With the BJP hoping that a large chunk of voters in south Bengal’s urban and semi-urban areas, whom they deem to be “illegal immigrants” from Bangladesh, get deleted from the rolls, the final list of voters will be crucial for both the TMC and the BJP. This could, in theory, bring several constituencies into play in a region considered a TMC stronghold.
What’s holding back the BJP?
The BJP will draw courage from the momentum it has enjoyed over the past year and a half — wins in Maharashtra, Haryana, Delhi, and Bihar — and the Narendra Modi factor, but organisationally, it still cannot match up to the TMC. Senior BJP leader and Union Minister Bhupender Yadav was given charge of the state only last September and sources said he made efforts from the start to boost the party’s grassroots network.
The BJP has another problem: no face that can match up to a mass leader like Mamata. Though Suvendu Adhikari is the most popular leader in its ranks, many senior leaders, who like to point out they have been with the party since the time it was a marginal force in the state, are against Adhikari. These leaders have reservations about the state Leader of Opposition, who was once Mamata’s top lieutenant. The appointment of Samik Bhattacharya, a prominent bhadralok face, as the state BJP president was seen as an attempt to bring about a truce between these two groups.

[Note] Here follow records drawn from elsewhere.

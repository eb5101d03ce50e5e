"""Theory-safe settings and predicted cost to a target, per method and compressor.

Each rule turns the measured :class:`~bittune.constants.Constants` and one
compressor into a step size (plus sync probability or shift rate), the rounds
K that its published bound needs to reach E||grad f(x_hat)||^2 <= target, and
the uplink bits per worker for those K rounds (docs/theory.md §2.10). ``target`` is
the absolute target on ||grad f||^2 (docs/theory.md writes it eps^2).

A new method is one file in ``methods/`` plus its rule in :data:`RULES`.
"""

from __future__ import annotations

import inspect
import math
from collections.abc import Callable, Mapping, Sequence
from dataclasses import dataclass, replace

import numpy as np

from ._random import trajectory_keys
from .compressors import Compressor, make_compressor
from .constants import Constants
from .methods import dense_bits

__all__ = [
    "TheoryPoint", "RULES", "theory_point", "theory_table", "measured_contraction",
    "default_compressor_specs", "ef21_search_anchor", "EF21_ANCHOR_RANGE", "diana_search_anchor",
    "DIANA_ANCHOR_RANGE", "gd_rule", "dcgd_rule",
    "diana_rule", "marina_rule", "ef21_rule",
    "pp_marina_rule", "vr_marina_rule", "ab_step_size", "fits", "pl_point", "PL_METHODS",
]


@dataclass(frozen=True)
class TheoryPoint:
    """One theory setting: step size, method parameters, predicted rounds and bits."""

    method: str
    compressor: str  # label, e.g. "rand_k:6"
    step_size: float
    sync_probability: float | None
    shift_rate: float | None
    predicted_rounds: int
    predicted_bits_per_worker: float
    source: str  # short citation of the rule
    note: str = ""
    clients: int | None = None  # PP-MARINA: clients r sampled per compressed round
    minibatch: int | None = None  # VR-MARINA: rows b' per worker per compressed round
    #: Under PL (constants.pl_mu): the predicted per-round contraction 1 - gamma mu of the gap
    #: (linear rate); None for the non-convex rules.
    rate: float | None = None
    #: The step the search's step multiplier scales, when the method has a practical anchor other
    #: than its theory step (EF21: 1/L, docs/theory.md §2.9 "Search anchor"); None: the theory step.
    search_anchor: float | None = None
    #: The multiplier range over ``search_anchor`` that the search draws from (replaces
    #: ``search.step_range`` for this method); None with no anchor.
    search_range: tuple[float, float] | None = None

    def method_params(self) -> dict[str, float]:
        """The method parameters in the form :func:`bittune.simulate.simulate` takes."""
        out = {"sync_probability": self.sync_probability, "shift_rate": self.shift_rate,
               "clients": self.clients, "minibatch": self.minibatch}
        return {k: v for k, v in out.items() if v is not None}

    def to_dict(self) -> dict:
        """Plain types for JSON/YAML."""
        return {
            "method": self.method,
            "compressor": self.compressor,
            "step_size": float(self.step_size),
            "sync_probability": None if self.sync_probability is None else float(self.sync_probability),
            "shift_rate": None if self.shift_rate is None else float(self.shift_rate),
            "clients": None if self.clients is None else int(self.clients),
            "minibatch": None if self.minibatch is None else int(self.minibatch),
            "predicted_rounds": int(self.predicted_rounds),
            "predicted_bits_per_worker": float(self.predicted_bits_per_worker),
            **({} if self.rate is None else {"linear_rate": float(self.rate)}),
            **({} if self.search_anchor is None else {"search_anchor": float(self.search_anchor)}),
            "source": self.source,
        }


def _rounds(numerator: float, target: float) -> int:
    """K = ceil(numerator / target), at least 1 (docs/theory.md §2, "Common facts")."""
    value = numerator / target
    if not math.isfinite(value):
        raise ValueError(f"predicted rounds are not finite ({numerator!r} / target {target!r})")
    return max(1, math.ceil(value))


def _point(method, comp, gamma, rounds, bits, source, *, sync=None, shift=None, note="", clients=None,
           minibatch=None):
    return TheoryPoint(method, comp.label(), float(gamma), sync, shift, int(rounds), float(bits),
                       source, note, clients, minibatch)


def gd_rule(compressor: Compressor, constants: Constants, *, target: float) -> TheoryPoint:
    """GD: gamma = 1/L, K = ceil(2 L Delta0 / target), 32 d bits per round.

    Nesterov, "Introductory Lectures on Convex Optimization", 2004, section 1.2.3
    (from memory): min_k ||grad f(x^k)||^2 <= 2 Delta0 / (gamma K) for gamma <= 1/L.
    """
    c = constants
    rounds = _rounds(2.0 * c.L * c.delta0, target)
    return _point("gd", compressor, 1.0 / c.L, rounds, rounds * dense_bits(c.dim),
                  "Nesterov 2004, sec. 1.2.3 (from memory)")


def dcgd_rule(compressor: Compressor, constants: Constants, *, target: float) -> TheoryPoint:
    """DCGD, no extra assumption (docs/theory.md §2.2 Version A).

    Khaled & Richtarik, "Better Theory for SGD in the Nonconvex World", 2020,
    Theorem 2 / Corollary 1 (numbers from memory): with the ABC constants
    A = omega L_max/n, B = 1, C = 2 omega L_max Delta*/n, the rounds
    K >= (12 Delta0 L/eps) max{B, 12 Delta0 A/eps, 2C/eps} and
    gamma = min{1/(L B), 1/sqrt(L A K), eps/(2 L C)} give min_k E||grad f||^2 <= eps.
    K comes first (gamma depends on it). omega = 0 is GD: the GD rule applies.
    """
    c, eps, omega = constants, target, compressor.omega
    if omega == 0.0:
        p = gd_rule(compressor, constants, target=target)
        return TheoryPoint("dcgd", p.compressor, p.step_size, None, None, p.predicted_rounds,
                           p.predicted_bits_per_worker, p.source, "omega = 0: DCGD is GD")
    A = omega * c.L_max / c.n_workers
    B = 1.0
    delta_star, note = c.delta_star_bound, ""
    if not math.isfinite(delta_star):  # a worker's loss unbounded below (only test quadratics)
        delta_star, note = c.delta0, "Delta* unbounded by the model: Delta0 stands in (no guarantee)"
    C = 2.0 * omega * c.L_max * delta_star / c.n_workers
    rounds = _rounds(12.0 * c.delta0 * c.L * max(B, 12.0 * c.delta0 * A / eps, 2.0 * C / eps), eps)
    steps = [1.0 / (c.L * B)]
    if A > 0:
        steps.append(1.0 / math.sqrt(c.L * A * rounds))
    if C > 0:
        steps.append(eps / (2.0 * c.L * C))
    return _point("dcgd", compressor, min(steps), rounds, rounds * compressor.nominal_bits,
                  "Khaled & Richtarik 2020, Thm 2 / Cor. 1 (from memory)", note=note)


def diana_rule(compressor: Compressor, constants: Constants, *, target: float) -> TheoryPoint:
    """DIANA with our derived safe step (docs/theory.md §2.3).

    Method: Mishchenko, Gorbunov, Takac, Richtarik, "Distributed Learning with
    Compressed Gradient Differences", 2019. Rule derived in docs/theory.md §2.3
    (Lyapunov function f - f_inf + c H), consistent with the rate quoted by
    MARINA (Gorbunov et al., 2021; from memory): alpha = 1/(1+omega),
    gamma = min{1/(2L), sqrt(n)/(sqrt(12 omega)(1+omega) L_QM)}. Shifts start at
    the local gradients (one dense message, H^0 = 0), so K = ceil(2 Delta0/(gamma eps)).
    """
    c, omega = constants, compressor.omega
    gamma = 1.0 / (2.0 * c.L)
    if omega > 0:
        gamma = min(gamma, math.sqrt(c.n_workers) / (math.sqrt(12.0 * omega) * (1.0 + omega) * c.L_qm))
    rounds = _rounds(2.0 * c.delta0 / gamma, target)
    bits = dense_bits(c.dim) + rounds * compressor.nominal_bits
    point = _point("diana", compressor, gamma, rounds, bits,
                   "derived (docs/theory.md §2.3) for DIANA, Mishchenko et al. 2019", shift=1.0 / (1.0 + omega))
    return replace(point, **diana_search_anchor(c))


#: DIANA's search range as multipliers of its anchor 1/(2L) (docs/theory.md §2.3, "Search anchor";
#: common practice, no source): 1/(64 L) to 32/L. Good DIANA steps were measured at 0.9-2/L for
#: K = 2..29 on benchmarks/quality.py's problem but at 17-22/L on the demo data (the probe's L is
#: measured where the probe ran, not along the run); the low end 1/512 spent a fifth of a 60-trial
#: study below 0.1 anchors. A theory step below the range (small K/d) is clipped to its lower end.
DIANA_ANCHOR_RANGE = (1.0 / 32.0, 64.0)


def diana_search_anchor(c: Constants) -> dict:
    """DIANA's practical search anchor: 1/(2L), its own step at omega = 0 (its uncompressed limit),
    whatever the density; the theory step shrinks like omega^(-3/2) with d/K while the good steps do
    not (docs/theory.md §2.3, "Search anchor")."""
    return {"search_anchor": 1.0 / (2.0 * c.L), "search_range": DIANA_ANCHOR_RANGE}


def ab_step_size(*, L_minus: float, L_plus: float, L_pm: float, p: float, A: float, B: float) -> float:
    """MARINA's step under the AB inequality (docs/theory.md §1.1 and §2.8).

    Szlendak, Tyurin, Richtarik, "Permutation Compressors for Provably Faster
    Distributed Nonconvex Optimization", ICLR 2022, main theorem (number from
    memory): gamma = 1/(L_- + sqrt(((1-p)/p)((A - B) L_+^2 + B L_pm^2))), which gives
    E||grad f(x_hat)||^2 <= 2 Delta0/(gamma K). Independent Q_i in U(omega) have
    A = omega/n, B = 0 and recover the refined MARINA step.
    """
    if not (0.0 < p <= 1.0):
        raise ValueError(f"p must be in (0, 1], got {p!r}")
    if not (A >= B >= 0.0):
        raise ValueError(f"the AB constants must satisfy A >= B >= 0, got A = {A!r}, B = {B!r}")
    return 1.0 / (L_minus + math.sqrt((1.0 - p) / p * ((A - B) * L_plus**2 + B * L_pm**2)))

Both Bhattacharya and Yadav have intensified their efforts to mobilise OBCs and the Matuas, a Dalit religious group whose backing was instrumental in the BJP’s 2019 Lok Sabha election performance. The backing of the Matuas had helped the party register its best-ever performance in parliamentary polls in the state by winning 18 seats. However, concerns triggered by SIR and a fissure in the Matua leadership — BJP leader and Union Minister Shantanu Thakur has publicly fought with his brother and BJP MLA Subrata Thakur — have raised question marks about the party’s ability to repeat that performance.
The BJP is also banking on the situation unfolding in neighbouring Bangladesh to consolidate Hindu votes to a large degree, especially in north Bengal, where it is organisationally the strongest.
The others
The footprints of the Congress and the Left have rapidly shrunk in the last decade and are not trying up for an election in Bengal for the first time since 2016. However, they realistically do not stand a chance of making any big impact and their focus will be on rebuilding themselves.
A growing closeness of the Indian Secular Front, which has links to the popular Furfura Sharif shrine and the clerics who run it, and former TMC leader Humayun Kabir’s Janata Unnayan Party, has also drawn the TMC’s attention. Last month, Kabir laid the foundation of a Babri Masjid replica in Murshidabad, setting the stage for polarisation that could hurt the TMC more than the BJP. Though the two parties do not pose a realistic threat to the TMC’s minority votes, they have caused unease in the state’s ruling party.